What you have to do: Using the records below, transcribe word for word the stretch from the line that contains "seg[0].supply != p.supply" through the line that contains "seg[k - 1].target)", both end lines included, and nothing else.

Input material:
/* A process stream: one segment from its own cp, or its <segment>s. */
static hl_status
read_stream(hl_network *net, xmlNodePtr n, const char *file, hl_error *err)
{
	hl_segment seg[MAX_SEG];
	hl_network_party p;
	size_t k;
	hl_status st = hl_xattr_check(n, stream_attr, N(stream_attr), file,
	    err);

	memset(seg, 0, sizeof seg);   /* latent and spread: 0, sensible */
	if (st != HL_OK)
		return st;
	memset(&p, 0, sizeof p);
	p.name = (char *)hl_xattr_text(n, "name");
	p.kind = strcmp(hl_xattr_text(n, "kind"), "hot") == 0 ? HL_HOT :
	    HL_COLD;
	p.supply = num(n, "supply");
	p.target = num(n, "target");
	p.h = NAN;
	p.dt_contrib = num(n, "dt-contrib");
	p.price = p.max_load = NAN;
	p.line = hl_xattr_line(n);
	p.seg = seg;
	st = read_segments(n, &p, seg, MAX_SEG, file, err);
	if (st != HL_OK)
		return st;
	if ((p.nseg == 0) == isnan(num(n, "cp")))
		return hl_error_set(err, HL_EINPUT, file, p.line, "stream "
		    "'%s' needs either a cp or <segment> elements, not both",
		    p.name);
	if (p.nseg == 0) {
		seg[0].supply = p.supply;
		seg[0].target = p.target;
		seg[0].cp = num(n, "cp");
		seg[0].h = num(n, "h");
		seg[0].line = p.line;
		seg[0].by_duty = 0;
		p.nseg = 1;
	} else if (!isnan(num(n, "h"))) {
		return hl_error_set(err, HL_EINPUT, file, p.line, "stream "
		    "'%s' has segments: give h on each segment", p.name);
	}
	if (seg[0].cp <= 0.0 || p.supply == p.target ||
	    (p.kind == HL_HOT) != (p.supply > p.target) ||
	    seg[0].supply != p.supply || seg[p.nseg - 1].target != p.target)
		return hl_error_set(err, HL_EINPUT, file, p.line, "stream "
		    "'%s': a %s stream runs %s from supply to target, its "
		    "segments chained from the supply end, each with cp > 0",
		    p.name, p.kind == HL_HOT ? "hot" : "cold",
		    p.kind == HL_HOT ? "down" : "up");
	for (k = 0, p.load = 0.0; k < p.nseg; k++) {
		if (seg[k].cp <= 0.0 || (k > 0 && seg[k].supply !=
		    seg[k - 1].target) || (p.kind == HL_HOT) !=
		    (seg[k].supply > seg[k].target))
			return hl_error_set(err, HL_EINPUT, file, seg[k].line,
			    "segment %zu of stream '%s' does not continue the "
			    "one before it in the stream's direction, or has "
			    "no cp", k + 1, p.name);
		p.load += seg[k].cp * fabs(seg[k].target - seg[k].supply);
	}
	return hl_network_add_party(net, &p, err);
}

static hl_status
read_utility(hl_network *net, xmlNodePtr n, const char *file, hl_error *err)
{
	hl_network_party p;
	const char *imp;
	hl_status st = hl_xattr_check(n, utility_attr, N(utility_attr), file,
	    err);

	if (st != HL_OK)
		return st;
	memset(&p, 0, sizeof p);
	p.name = (char *)hl_xattr_text(n, "name");
	p.kind = strcmp(hl_xattr_text(n, "kind"), "hot") == 0 ? HL_HOT :
	    HL_COLD;
	p.utility = 1;
	imp = hl_xattr_text(n, "implicit");
	p.implicit = imp != NULL && strcmp(imp, "yes") == 0;
	p.supply = num(n, "supply");
	p.target = num(n, "target");
	p.load = num(n, "load");
	p.price = num(n, "price");
	p.h = num(n, "h");
	p.max_load = num(n, "max-load");
	p.dt_contrib = num(n, "dt-contrib");
	p.type = hl_exchanger_type_parse(hl_xattr_text(n, "type"));
	p.type_given = p.type >= 0;
	if (!p.type_given)
		p.type = HL_EXCH_SHELL_TUBE;
	p.cost_a = num(n, "cost-a");
	p.cost_b = num(n, "cost-b");
	p.cost_c = num(n, "cost-c");
	p.cost_given = !isnan(p.cost_a) && !isnan(p.cost_b) &&
	    !isnan(p.cost_c);
	p.line = hl_xattr_line(n);
	if (p.kind == HL_HOT ? p.target > p.supply : p.target < p.supply)
		return hl_error_set(err, HL_EINPUT, file, p.line, "utility "
		    "'%s': a %s utility's target may not be %s its supply",
		    p.name, p.kind == HL_HOT ? "hot" : "cold",
		    p.kind == HL_HOT ? "above" : "below");
	return hl_network_add_party(net, &p, err);
}

static long
find_party(const hl_network *net, const char *name)
{
	size_t i;

	for (i = 0; i < net->nparty; i++)
		if (strcmp(net->party[i].name, name) == 0)
			return (long)i;
	return -1;
}

/* A held fired heater's rating and the firing bought: without them, a
 * reused one is rated at its duty and nothing is bought. */
static hl_status
read_firing(hl_network_unit *u, xmlNodePtr n, const char *file,
	    hl_error *err)
{
	double today = num(n, "duty-today"), added = num(n, "duty-added");

	if (u->type != HL_EXCH_FIRED_HEATER) {
		if (!isnan(today) || !isnan(added))
			return hl_error_set(err, HL_EINPUT, file,
			    hl_xattr_line(n), "exchanger %s: duty-today and "
			    "duty-added belong to a fired heater only", u->id);
		return HL_OK;
	}
	if (!isnan(today) && u->reuses[0] == '\0')
		return hl_error_set(err, HL_EINPUT, file, hl_xattr_line(n),
		    "exchanger %s: duty-today belongs to a unit that reuses "
		    "one of today's", u->id);
	u->duty_today = !isnan(today) ? today : u->reuses[0] != '\0' ?
	    u->duty : 0.0;
	u->duty_added = isnan(added) ? 0.0 : added;
	return HL_OK;
}

/* A retrofit unit (rfit.h): held hardware with today's and added area. */
static hl_status
read_held(hl_network_unit *u, xmlNodePtr n, const char *file, hl_error *err)
{
	const char *tag = hl_xattr_text(n, "reuses");
	double today = num(n, "area-today"), added = num(n, "area-added");
	double sa = num(n, "shells-added");

	if (tag == NULL && isnan(today) && isnan(added) && isnan(sa)) {
		if (!isnan(num(n, "duty-today")) || !isnan(num(n,
		    "duty-added")))
			return hl_error_set(err, HL_EINPUT, file,
			    hl_xattr_line(n), "exchanger %s: duty-today and "
			    "duty-added belong to a retrofit unit (with "
			    "area-added)", u->id);
		return HL_OK;
	}
	if (isnan(added) || (tag != NULL && isnan(today)) ||
	    (tag == NULL && !isnan(today)))
		return hl_error_set(err, HL_EINPUT, file, hl_xattr_line(n),
		    "exchanger %s: a retrofit unit gives area-added, and "
		    "reuses with area-today (or neither for a new unit)",
		    u->id);
	if (tag != NULL && strlen(tag) >= sizeof u->reuses)
		return hl_error_set(err, HL_EINPUT, file, hl_xattr_line(n),
		    "exchanger %s: reuses '%.40s…' is longer than %zu bytes",
		    u->id, tag, sizeof u->reuses - 1);
	if (!isnan(sa) && sa != floor(sa))
		return hl_error_set(err, HL_EINPUT, file, hl_xattr_line(n),
		    "exchanger %s: shells-added %.6g must be a whole number",
		    u->id, sa);
	u->held = 1;
	snprintf(u->reuses, sizeof u->reuses, "%s", tag != NULL ? tag : "");
	u->area_today = isnan(today) ? 0.0 : today;
	u->area_added = added;
	u->shells_added = isnan(sa) ? 0 : (int)sa;
	return read_firing(u, n, file, err);
}

static hl_status
read_unit(hl_network *net, xmlNodePtr n, const char *file, hl_error *err)
{
	hl_network_unit u;
	const char *id, *as, *note;
	long h, c;
	hl_status st = hl_xattr_check(n, unit_attr, N(unit_attr), file, err);

	if (st != HL_OK)
		return st;
	memset(&u, 0, sizeof u);
	id = hl_xattr_text(n, "id");
	if (strlen(id) >= sizeof u.id)
		return hl_error_set(err, HL_EINPUT, file, hl_xattr_line(n),
		    "exchanger id '%.40s' is longer than %zu characters", id,
		    sizeof u.id - 1);
	snprintf(u.id, sizeof u.id, "%s", id);
	h = find_party(net, hl_xattr_text(n, "hot"));
	c = find_party(net, hl_xattr_text(n, "cold"));
	if (h < 0 || c < 0)
		return hl_error_set(err, HL_EINPUT, file, hl_xattr_line(n),
		    "exchanger %s: no stream or utility '%s' in the network "
		    "(list it before the exchangers)", u.id, h < 0 ?
		    hl_xattr_text(n, "hot") : hl_xattr_text(n, "cold"));
	u.hot = (size_t)h;
	u.cold = (size_t)c;
	u.type = (hl_exchanger_type)hl_exchanger_type_parse(
	    hl_xattr_text(n, "type"));
	u.parallel = isnan(num(n, "parallel")) ? 1 : (int)num(n, "parallel");
	u.duty = num(n, "duty");
	u.hot_in = num(n, "hot-in");
	u.hot_out = num(n, "hot-out");
	u.cold_in = num(n, "cold-in");
	u.cold_out = num(n, "cold-out");
	u.hot_share = num(n, "hot-share");
	u.cold_share = num(n, "cold-share");
	u.u = num(n, "u");
	u.lmtd = num(n, "lmtd");
	u.ft = num(n, "ft");
	u.shells = (int)num(n, "shells");
	u.area = num(n, "area");
	u.area_shell = num(n, "area-shell");
	u.cost = num(n, "cost");
	u.hot_stage = isnan(num(n, "hot-stage")) ? 0 : (int)num(n,
	    "hot-stage");
	u.cold_stage = isnan(num(n, "cold-stage")) ? 0 : (int)num(n,
	    "cold-stage");
	u.approach = num(n, "approach");
	u.required = num(n, "required");
	u.match = isnan(num(n, "match")) ? -1 : (long)num(n, "match") - 1;
	as = hl_xattr_text(n, "assumed");
	if (as != NULL) {
		u.assumed |= strstr(as, "h-hot") ? HL_NETWORK_H_HOT : 0;
		u.assumed |= strstr(as, "h-cold") ? HL_NETWORK_H_COLD : 0;
	}
	st = read_held(&u, n, file, err);
	if (st != HL_OK)
		return st;
	note = hl_xattr_text(n, "note");
	u.note = (char *)note;
	u.line = hl_xattr_line(n);
	if (!net->party[h].utility && u.hot_stage == 0)
		u.hot_stage = -1;
	if (!net->party[c].utility && u.cold_stage == 0)
		u.cold_stage = -1;
	return hl_network_add_unit(net, &u, err);
}

/* The law of one type, as the design used it. */
static hl_status
read_law(hl_network *net, xmlNodePtr n, const char *file, hl_error *err)
{
	hl_exchanger_law *l;
	hl_status st = hl_xattr_check(n, law_attr, N(law_attr), file, err);

	if (st != HL_OK)
		return st;
	l = &net->set.law[hl_exchanger_type_parse(hl_xattr_text(n, "type"))];
	l->a = num(n, "a");
	l->b = num(n, "b");
	l->c = num(n, "c");
	l->largest = isnan(num(n, "largest")) ? HUGE_VAL : num(n, "largest");
	l->smallest = num(n, "smallest");
	l->given = strcmp(hl_xattr_text(n, "source"), "case") == 0 ?
	    HL_LAW_COST | HL_LAW_LARGEST | HL_LAW_SMALLEST : 0;
	if (!(l->c > 0.0 && l->largest > l->smallest))
		return hl_error_set(err, HL_EINPUT, file, hl_xattr_line(n),
		    "<law type=\"%s\">: c must be > 0 and largest above "
		    "smallest", hl_xattr_text(n, "type"));
	return HL_OK;
}

static hl_status
read_network(hl_network *net, xmlNodePtr n, const char *file, hl_error *err)
{
	xmlNodePtr c;
	hl_status st = read_settings(net, n, file, err);

	for (c = n->children; c != NULL && st == HL_OK; c = c->next) {
		if (c->type != XML_ELEMENT_NODE)
			continue;
		if (is(c, "stream"))
			st = read_stream(net, c, file, err);
		else if (is(c, "utility"))
			st = read_utility(net, c, file, err);
		else if (is(c, "exchanger"))
			st = read_unit(net, c, file, err);
		else if (is(c, "law"))
			st = read_law(net, c, file, err);
		else if (is(c, "note")) {
			xmlChar *t = xmlNodeGetContent(c);

			st = hl_network_add_note(net, err, "%s", t ?
			    (const char *)t : "");
			xmlFree(t);
		} else
			st = hl_error_set(err, HL_EINPUT, file,
			    hl_xattr_line(c), "<network> holds <law>, <stream>, "
			    "<utility>, <exchanger> and <note>, not <%s>",
			    (const char *)c->name);
	}
	if (st == HL_OK && net->nparty == 0)
		st = hl_error_set(err, HL_EINPUT, file, hl_xattr_line(n),
		    "the network lists no streams");
	return st;
}

/* libxml2's first message, kept for the error. */
typedef struct {
	int have;
	long line;
	char text[300];
} diag;

static void
on_error(void *data, xmlErrorPtr e)
{
	diag *d = data;
	size_t n;

	if (d->have || e == NULL || e->level < XML_ERR_ERROR)
		return;
	d->have = 1;
	d->line = e->line;
	snprintf(d->text, sizeof d->text, "%s", e->message ? e->message : "");
	n = strlen(d->text);
	while (n > 0 && (d->text[n - 1] == '\n' || d->text[n - 1] == ' '))
		d->text[--n] = '\0';
}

Finished task:
	    seg[0].supply != p.supply || seg[p.nseg - 1].target != p.target)
		return hl_error_set(err, HL_EINPUT, file, p.line, "stream "
		    "'%s': a %s stream runs %s from supply to target, its "
		    "segments chained from the supply end, each with cp > 0",
		    p.name, p.kind == HL_HOT ? "hot" : "cold",
		    p.kind == HL_HOT ? "down" : "up");
	for (k = 0, p.load = 0.0; k < p.nseg; k++) {
		if (seg[k].cp <= 0.0 || (k > 0 && seg[k].supply !=
		    seg[k - 1].target) || (p.kind == HL_HOT) !=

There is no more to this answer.